與景五食不下咽不同,藺如風慢條斯理地吃完餛飩又將湯底喝個幹凈。吃完還不算,繼續牽著手慢悠悠地往家走,沿路遇到新奇有趣的物件還要停下來探究一番。

直到二人回了小院,藺如風抱著暖爐坐在榻上,才斟酌一番開口問到:“我不巧聽到你和孫大娘的話,知曉你要離開扶雲城,你可是要回老家過年?若要采買些年貨,我這還有些銀錢,拿去用便是。”藺如風清楚記得景五故鄉已無親戚,卻又不知對方究竟要去哪裏。

景五不想扯謊欺騙對方,想了想不答反問:

“你是否打算回鄉過年?”

“是,兩地相距千裏之遙,我已有兩年未回家看望爹娘,今年東韃秋收豐盈,至今尚未騷擾邊關,還算太平,我便想著借機回去一趟。”

“好,何日啟程?”

“尚未與宮羽商議,再者若賃輛馬車還需與腳鋪酌定。“說完藺如風小心地問:”你可願意同我回鄉?”

“你可願留在爹娘身邊盡孝,不再回來?”

藺如風這才發覺詫異,今日的景五不似往常般少言順和。

“不會,過完年我必回扶雲城,你也可留在此地等我,我必信守承諾絕不棄你。”藺如風錯會了景五的意思,此時才發覺他二人並未計議過日後之事,總是覺得相處短暫還未到時機。

“故鄉不好嗎,為何非要來此?”

藺如風愈發茫然,搞不懂景五反覆追問究竟為何,問道:“你想和我回故鄉嗎?”

“我想你永不踏入北地,從西到東,兩國交戰之地生靈塗炭,你故鄉本在南方,為何決意犯險?”

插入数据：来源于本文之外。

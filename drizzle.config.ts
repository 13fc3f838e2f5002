import { defineConfig } from 'drizzle-kit';

export default defineConfig({
  dialect: 'mysql',
  schema: './server/modules/**/*.table.ts',
  out: './migrations',
});
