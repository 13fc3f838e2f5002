import { Injectable, inject, signal } from '@angular/core';
import { sentenceFor } from '../../core/http/api-failure';
import { type Triple, type ViewParts } from '../scene/view-parts';
import { ViewFiles } from '../view-files';
import { ViewerModelsApi } from '../viewer-models-api';

/** A model's picture file and, where the page does not know it, the size to draw it in. */
@Injectable()
export class ModelViewStore {
  private readonly files = inject(ViewFiles);
  private readonly models = inject(ViewerModelsApi);
  private readonly _parts = signal<ViewParts | null>(null);
  private readonly _sizeMm = signal<Triple | null>(null);
  private readonly _isLoading = signal(true);
  private readonly _failure = signal('');
  private openId = '';

  readonly parts = this._parts.asReadonly();
  readonly sizeMm = this._sizeMm.asReadonly();
  readonly isLoading = this._isLoading.asReadonly();
  /** Why there is no picture; empty otherwise. */
  readonly failure = this._failure.asReadonly();

  /** @param asksSize whether the model's size has to be asked for */
  async open(modelId: string, asksSize: boolean): Promise<void> {
    this.openId = modelId;
    this._isLoading.set(true);
    this._failure.set('');
    this._parts.set(null);
    try {
      const [parts, model] = await Promise.all([
        this.files.modelView(modelId),
        asksSize ? this.models.model(modelId) : null,
      ]);
      if (this.openId !== modelId) return;
      this._parts.set(parts);
      this._sizeMm.set(model?.revision.sizeMm ?? null);
    } catch (error) {
      // Expected: there is no picture, or the server cannot be reached.
      if (this.openId === modelId) this._failure.set(sentenceFor(error));
    } finally {
      if (this.openId === modelId) this._isLoading.set(false);
    }
  }
}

景五的話莫名其妙,藺如風難得有些生氣,口氣不覺生硬起來:“南方腹地又如何,賊人侵占了北地便會收手嗎?古往今來,歷朝歷代,北地失守退居中原,中原失守退居南地,南地若再度失守該當何如?哪次不是逐步被蠶食幹凈?若此時不舉全國之力抗敵,分什麽北人、南人,終將國之不國!”

景五提著的心終於落了地,問題有了答案便不再多想,實在費神。他早就猜到了,藺如風肯背負無端艷名久居扶雲城,便不會輕易動搖。

直到睡前藺如風仍想著剛才的事,景五今日真是怪哉,他究竟要去哪裏,為何想讓自己返回故鄉,他是不是不願跟自己一同涉險?

“地龍可燒得暖和?”

藺如風擡眼瞧見景五抱著棉被站在門口,故意翻身裝睡。

沒想到景五徑直走過來整理床褥。除了中秋喝醉那次,這是他二人第一次同床而眠,藺如風不禁心中一動。

見到對方求和之舉,他便開始心軟了。

“你今日究竟怎麽了,過些日子到底要去何處?”不僅心軟,語氣裏還有幾分委屈。

“今日唐突了,對不住。”景五說完將兩床被子疊放著,自己鉆進被窩,一只手撫上藺如風的臉頰,拇指輕輕滑過白皙的皮膚。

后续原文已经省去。